"""How lengths, areas and volumes grow under a map: compound matrices of its Jacobian, as formulas.

The k-th compound matrix holds the k x k minors of the Jacobian; it maps the k-volumes that tangent vectors
span. Their growth gives the sums of the k largest Lyapunov exponents without any orthogonalisation (Benettin,
Galgani, Giorgilli & Strelcyn 1980, Meccanica 15, 9-20, who take volumes; citation from memory).
"""

from __future__ import annotations

from itertools import combinations

from atlas.formula.algebra import ONE, ZERO, difference, product, total
from atlas.formula.tree import Name, Node

Matrix = tuple[tuple[Node, ...], ...]


def compounds(jacobian: Matrix) -> tuple[Matrix, ...]:
    """Return the compound matrices of a matrix, from the matrix itself to its determinant.

    Parameters
    ----------
    jacobian : tuple of tuple of Node
        Of one to three rows.
    """
    size = len(jacobian)
    found = []
    for order in range(1, size + 1):
        chosen = list(combinations(range(size), order))
        found.append(tuple(tuple(_minor(jacobian, rows, columns) for columns in chosen) for rows in chosen))
    return tuple(found)


def carried(matrices: tuple[Matrix, ...], vectors: list[str]) -> list[Node]:
    """Return the next value of every component of the vectors that compound matrices carry along.

    Parameters
    ----------
    matrices : tuple of Matrix
    vectors : list of str
        Names of the components, those of the first matrix first.
    """
    found: list[Node] = []
    at = 0
    for matrix in matrices:
        names = vectors[at : at + len(matrix)]
        found += [
            total(product(entry, Name(name)) for entry, name in zip(row, names, strict=True))
            for row in matrix
        ]
        at += len(matrix)
    return found


def lengths(states: int) -> tuple[int, ...]:
    """Return how many components the vector of each compound matrix has.

    Examples
    --------
    >>> lengths(3)
    (3, 3, 1)
    """
    return tuple(len(list(combinations(range(states), order))) for order in range(1, states + 1))


def _minor(matrix: Matrix, rows: tuple[int, ...], columns: tuple[int, ...]) -> Node:
    if not rows:
        return ONE
    first, rest = rows[0], rows[1:]
    found: Node = ZERO
    for place, column in enumerate(columns):
        inner = _minor(matrix, rest, columns[:place] + columns[place + 1 :])
        term = product(matrix[first][column], inner)
        found = difference(found, term) if place % 2 else total((found, term))
    return found
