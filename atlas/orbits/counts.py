"""Orbit histograms for notebooks: labelled xarray Datasets."""

from __future__ import annotations

from collections.abc import Callable, Mapping, Sequence
from typing import Any

import numpy as np

from atlas.config.view_rules import checked_set, checked_starts, drawn_view
from atlas.families.reader import Family
from atlas.orbits.counting import piloted
from atlas.orbits.histogram import Histogram, count_histogram
from atlas.orbits.orbit import OrbitCounter, Rules
from atlas.orbits.schedule import schedule
from atlas.plan import check_arrays, check_counter, parse_memory
from atlas.reading.place import Place
from tiles.number import Exact, exact
from tiles.strip import PER_COLUMN, Strip
from tiles.tally import density
from tiles.window import View

Number = str | int | float | Exact


def orbit_counts(
    family: Family,
    view: View,
    *,
    size: tuple[int, int],
    set: Mapping[str, Number] | None = None,
    starts: Sequence[Mapping[str, Number]] | None = None,
    transient: int = 1000,
    samples: int | str = 1000,
    values_per_column: int = 4,
    transient_limit: int = 1_000_000,
    longest_period: int = 64,
    workers: int | None = None,
    memory: str | int | None = None,
) -> Any:
    """Count the orbits of a family over a view.

    Parameters
    ----------
    family : Family
        From `atlas.family` or `atlas.load(path).families`.
    view : View
        A parameter across, a state variable up.
    size : (int, int)
        Columns and rows.
    set : mapping of str to number, optional
        Parameters that differ from their defaults.
    starts : sequence of mappings of str to number, optional
        Initial conditions; by default the family's own.
    transient, transient_limit : int
        Steps before sampling, and at most, for orbits that settle slowly.
    samples : int or "auto"
        States counted of each orbit.
    values_per_column : int
        Parameter values spread over each column.
    longest_period : int
        Longest cycle looked for.
    workers : int, optional
        Threads; by default one a processor. The result does not depend on it.
    memory : str or int, optional
        Budget of the whole process, such as ``"2GiB"`` or bytes.

    Returns
    -------
    xarray.Dataset
        ``counts`` (uint32) and ``density`` (float64, counts / (exposure * cell size), per unit of the state
        or, on a log axis, of its natural logarithm) on both axes, up first; ``exposure``, ``below``,
        ``above``, ``escaped``, ``unsettled`` (samples) and ``collapsed`` (orbits) on the across axis.
        Coordinates are cell centres, ascending. In every column
        inside + below + above + escaped + unsettled = exposure.

    Raises
    ------
    Refusal
        For axes, parameters or starts that the family does not have, a size beyond the memory budget, and a
        window finer than float64 resolves.

    Examples
    --------
    >>> import atlas
    >>> view = atlas.View(across=("r", "2.8", "4"), up=("x", 0, 1))
    >>> ds = atlas.orbit_counts(atlas.family("logistic"), view, size=(120, 80), samples=100)
    >>> ds.counts.dims
    ('x', 'r')
    """
    place = Place()
    view = drawn_view(family, view.across, view.up, place)
    given = {name: exact(value) for name, value in (set or {}).items()}
    begin = None if starts is None else [{k: exact(v) for k, v in one.items()} for one in starts]
    rules = Rules(
        transient,
        max(transient, transient_limit),
        1 if samples == "auto" else int(samples),
        values_per_column,
        longest_period,
    )
    counter = OrbitCounter(
        family,
        view,
        *size,
        rules,
        set=checked_set(family, given, view, place.at("set")),
        starts=checked_starts(family, begin, place.at("starts")),
    )
    check_counter(counter)
    check_arrays(size, parse_memory(memory))
    with schedule(workers) as opened:
        if samples == "auto":
            counter = counter.with_samples(piloted(counter, opened))
        histogram = count_histogram(counter, opened)
    return dataset(histogram, counter)


def dataset(histogram: Histogram, counter: OrbitCounter) -> Any:
    """Return a histogram as an xarray Dataset, as `orbit_counts` describes it."""
    return labelled(
        counter.view,
        histogram.strip,
        {
            "family": counter.family.name,
            "formula": "; ".join(counter.family.formula_lines()),
            "samples": histogram.samples,
            "samples_filled_by_repeats": histogram.filled,
            "orbits_on_repelling_start": histogram.on_repelling,
            "counts_digest": histogram.digest(),
        },
        counter.family.label_and_unit,
    )


def labelled(
    view: View,
    strip: Strip,
    attributes: Mapping[str, Any],
    label_and_unit: Callable[[str], tuple[str, str]],
) -> Any:
    """Return the counts of a whole view as an xarray Dataset.

    Parameters
    ----------
    view : View
    strip : Strip
        All columns.
    attributes : mapping
        Of the Dataset; ``cell_size`` is added.
    label_and_unit : callable
        Returns label and unit of an axis by its name.
    """
    import xarray

    columns, rows = strip.counts.shape
    across, up = view.across.name, view.up.name
    cell = view.up.cell_size(rows)
    made = xarray.Dataset(
        {
            "counts": ((up, across), np.ascontiguousarray(strip.counts.T)),
            "density": ((up, across), np.ascontiguousarray(density(strip.counts, strip.exposure, cell).T)),
            **{name: (across, getattr(strip, name)) for name in PER_COLUMN},
        },
        coords={up: view.up.centres(rows), across: view.across.centres(columns)},
        attrs={**attributes, "cell_size": cell},
    )
    for axis in (view.across, view.up):
        label, unit = label_and_unit(axis.name)
        made[axis.name].attrs = {
            "long_name": axis.label or label or axis.name,
            "units": unit,
            "scale": axis.scale,
            "low": str(axis.low),
            "high": str(axis.high),
        }
    return made
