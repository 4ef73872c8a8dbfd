"""Writes the module that counts the orbits of a family: step, kernels in lanes, kernels of single orbits."""

from __future__ import annotations

import re

from atlas.orbits.lane_kernels import ADVANCE, CHUNK, PART, RETURNS, SAMPLE
from atlas.orbits.orbit_kernels import AGAIN, DECIDE, FILLED, GONE, ONE_ORBIT, READY, REPLAY, SLOW
from atlas.orbits.step import StepSource

DISTURB = (
    "z = lk[l] + np.uint64({number}) * np.uint64(0x9E3779B97F4A7C15)",
    "z = (z ^ (z >> np.uint64(30))) * np.uint64(0xBF58476D1CE4E5B9)",
    "z = (z ^ (z >> np.uint64(27))) * np.uint64(0x94D049BB133111EB)",
    "z = z ^ (z >> np.uint64(31))",
    "factor = 1.0 - float(z >> np.uint64(11)) * 2.0 ** -93",
)
"""Multiplies a state by 1 - u * 2**-40 with u hashed from orbit and step by the finaliser of SplitMix64
(Steele, Lea & Flood 2014, OOPSLA; constants from memory)."""


def kernel_source(source: StepSource, up: int, *, log: bool, lanes: int) -> str:
    """Write the module that counts the orbits of a family.

    Parameters
    ----------
    source : StepSource
        The compiled map.
    up : int
        Number of the state variable that is counted.
    log : bool
        Whether its axis is logarithmic.
    lanes : int
        Orbits in a group.

    Returns
    -------
    str
    """
    disturbed = [
        _expand(text.replace(f"def {name}(", f"def {name}_disturbed("), source, step=step, disturb=True)
        for name, text, step in (
            ("advance", ADVANCE, "step"),
            ("sample", SAMPLE, "step"),
            ("replay", REPLAY, "one_step"),
        )
    ]
    many = [_expand(text, source) for text in (ADVANCE, RETURNS, SAMPLE)]
    single = [_expand(text, source, step="one_step") for text in (ONE_ORBIT, REPLAY)]
    constants = {
        "NX": str(source.states),
        "NC": str(max(source.coefficients, 1)),
        "LANES": str(lanes),
        "CHUNK": str(CHUNK),
        "PART": str(PART),
        "UNROLL": "1" if source.slow_calls else "4",
        "SCALED": "log" if log else "",
        "UP": f"x{up}",
        "READY": str(READY),
        "AGAIN": str(AGAIN),
        "FILLED": str(FILLED),
        "SLOW": str(SLOW),
        "GONE": str(GONE),
    }
    text = "\n".join([source.text, _one_step(source), *single, *many, *disturbed, DECIDE])
    return re.sub(r"\b(" + "|".join(constants) + r")\b", lambda match: constants[match[0]], text)


def _arguments(source: StepSource) -> str:
    return f"({', '.join([*source.state_names, *source.coefficient_names])})"


def _one_step(source: StepSource) -> str:
    """Write step and slope as functions of their own, for code that follows one orbit: compiled only once."""
    call = _arguments(source)
    return "\n".join(
        f"@compiled\ndef one_{name}{call}:\n    return {name}{call}\n" for name in ("step", "slope")
    )


def _expand(text: str, source: StepSource, *, step: str = "step", disturb: bool = False) -> str:
    states, coefficients = source.state_names, source.coefficient_names
    call = _arguments(source)
    if source.slow_calls:
        text = re.sub(r" *BEGIN_REST\n.*?END_REST\n", "", text, flags=re.DOTALL)
    text = re.sub(r" *(BEGIN|END)_REST\n", "", text)
    every = {
        "OUTSIDE": "(not (" + " and ".join(f"abs({name}) < bound" for name in states) + "))",
        "SAME": "(" + " & ".join(f"({name} == rx[{k}, l])" for k, name in enumerate(states)) + ")",
        "DISTANCE": _largest([f"abs({name} - rx[{k}, l])" for k, name in enumerate(states)]),
        "LARGEST": _largest([f"abs({name})" for name in states]),
        "STATE": f"({', '.join(states)},)",
        "SLOPE": f"one_slope{call}",
    }
    blocks = {
        "LOAD": [f"{name} = lx[{k}, l]" for k, name in enumerate(states)]
        + [f"{name} = lc[{k}, l]" for k, name in enumerate(coefficients)],
        "LOAD_ORBIT": [f"{name} = x[{k}, m]" for k, name in enumerate(states)]
        + [f"{name} = c[{k}, m]" for k, name in enumerate(coefficients)],
        "STORE": [f"lx[{k}, l] = {name}" for k, name in enumerate(states)],
        "STEP": [f"{', '.join(states)} = {step}{call}"],
    }
    if disturb:
        blocks["STEP"] += [*DISTURB, *(f"{name} = {name} * factor" for name in states)]
    lines = []
    for line in text.splitlines():
        word, _, number = line.strip().partition(" ")
        indent = line[: len(line) - len(line.lstrip())]
        if word in blocks:
            lines += [indent + one.replace("{number}", number) for one in blocks[word]]
        else:
            lines.append(re.sub(r"\b(" + "|".join(every) + r")\b", lambda match: every[match[0]], line))
    return "\n".join(lines)


def _largest(terms: list[str]) -> str:
    return terms[0] if len(terms) == 1 else f"max({', '.join(terms)})"
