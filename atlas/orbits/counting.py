"""From a job of a config to the counter of its orbits."""

from __future__ import annotations

from dataclasses import dataclass

from atlas.config.draws import KINDS
from atlas.config.jobs import Job, TileSet
from atlas.errors import PlanRefused
from atlas.orbits.orbit import OrbitCounter, Rules
from atlas.orbits.portrait import PortraitCounter, most_samples
from atlas.orbits.portrait_counts import automatic_samples
from atlas.orbits.sampling import IN_TILES, LEAST, ON_PLATES, automatic, whole_height
from atlas.orbits.schedule import Schedule
from atlas.plan import check_counter, check_portrait
from tiles.errors import TooLarge


def counter_of(job: Job, columns: int, rows: int) -> OrbitCounter:
    """Return the counter of a job's orbits at a resolution, refused where float64 or a count cannot hold it.

    With ``samples: auto`` it has the samples that suffice where the attractor lies inside the view;
    :func:`resolved` looks closer.

    Raises
    ------
    PlanRefused
    """
    if job.kind not in ("histogram", "follow"):
        raise PlanRefused(f"{job.name}: {KINDS[job.kind]} has no columns of samples")
    samples = job.samples
    if not isinstance(samples, int):
        samples = whole_height(rows, job.values_per_column * len(job.starts), counts_per_cell(job))
    rules = rules_of(job, samples)
    counter = OrbitCounter(job.family, job.view, columns, rows, rules, set=job.set, starts=job.starts)
    check_counter(counter, job.name)
    return counter


def rules_of(job: Job, samples: int) -> Rules:
    """Return how the orbits of a job are sampled."""
    every, phase = job.record or (1, 0)
    return Rules(
        job.transient,
        job.transient_limit,
        samples,
        job.values_per_column,
        job.longest_period,
        every=every,
        phase=phase,
    )


def portrait_of(job: Job, columns: int, rows: int) -> PortraitCounter:
    """Return the counter of the orbits of a phase portrait, refused where it cannot be counted.

    With ``samples: auto`` it has those of an attractor that fills the view; :func:`resolved_portrait` looks
    closer.

    Raises
    ------
    PlanRefused, TooLarge
    """
    starts = len(job.starts)
    samples = job.samples
    if not isinstance(samples, int):
        samples = min(max(LEAST, counts_per_cell(job) * columns * rows // starts), most_samples(starts))
    rules = rules_of(job, samples)
    try:
        counter = PortraitCounter(job.family, job.view, columns, rows, rules, set=job.set, starts=job.starts)
    except TooLarge as problem:
        raise TooLarge(f"{job.name}: {problem}") from None
    exposure = counter.exposure if isinstance(job.samples, int) else 0
    check_portrait(
        job.view,
        columns,
        rows,
        samples=samples,
        exposure=exposure,
        most=most_samples(starts),
        where=job.name,
    )
    return counter


def resolved_portrait(job: Job, counter: PortraitCounter, schedule: Schedule) -> PortraitCounter:
    """Return the counter with the samples that a pilot found for ``samples: auto``."""
    if isinstance(job.samples, int):
        return counter
    counter.warm()
    found: list[int] = []
    schedule.run([lambda: automatic_samples(counter, counts_per_cell(job), schedule.stop)], found.append)
    return counter.with_samples(found[0])


def resolved(job: Job, counter: OrbitCounter, schedule: Schedule) -> OrbitCounter:
    """Return the counter with the samples that a pilot found for ``samples: auto``."""
    if isinstance(job.samples, int):
        return counter
    return counter.with_samples(piloted(counter, schedule, counts_per_cell(job)))


def piloted(counter: OrbitCounter, schedule: Schedule, counts_per_cell: int = ON_PLATES) -> int:
    """Return the samples of each orbit that a pilot finds; it runs on a worker, so that it can be stopped."""
    counter.warm()
    found: list[int] = []
    schedule.run([lambda: automatic(counter, counts_per_cell, schedule.stop)], found.append)
    return found[0]


def counts_per_cell(job: Job) -> int:
    """Return the mean counts that ``samples: auto`` aims at: fewer in tiles, whose cells are so many more."""
    return IN_TILES if isinstance(job, TileSet) else ON_PLATES


@dataclass(frozen=True)
class Sampled:
    """What the certificate says of the samples of one view."""

    columns: int
    rows: int
    samples_of_each_orbit: int
    exposure: int
    filled_by_repeats: int | None = None

    @property
    def total(self) -> int:
        """Samples of all columns."""
        return self.columns * self.exposure

    def record(self) -> dict[str, int]:
        """Return the numbers by name; those that are not known are left out."""
        numbers = {
            "columns": self.columns,
            "rows": self.rows,
            "of_each_orbit": self.samples_of_each_orbit,
            "of_each_column": self.exposure,
        }
        if self.filled_by_repeats is not None:
            numbers["filled_by_repeats"] = self.filled_by_repeats
        return numbers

================

## Aim of the task
Copy the lines from the start of the data verbatim, stopping after the line containing "Matrix = tuple[tuple[Node, ...], ...]".

## Answer to this task
"""How lengths, areas and volumes grow under a map: compound matrices of its Jacobian, as formulas.

The k-th compound matrix holds the k x k minors of the Jacobian; it maps the k-volumes that tangent vectors
span. Their growth gives the sums of the k largest Lyapunov exponents without any orthogonalisation (Benettin,
Galgani, Giorgilli & Strelcyn 1980, Meccanica 15, 9-20, who take volumes; citation from memory).
"""

from __future__ import annotations

from itertools import combinations

from atlas.formula.algebra import ONE, ZERO, difference, product, total
from atlas.formula.tree import Name, Node

Matrix = tuple[tuple[Node, ...], ...]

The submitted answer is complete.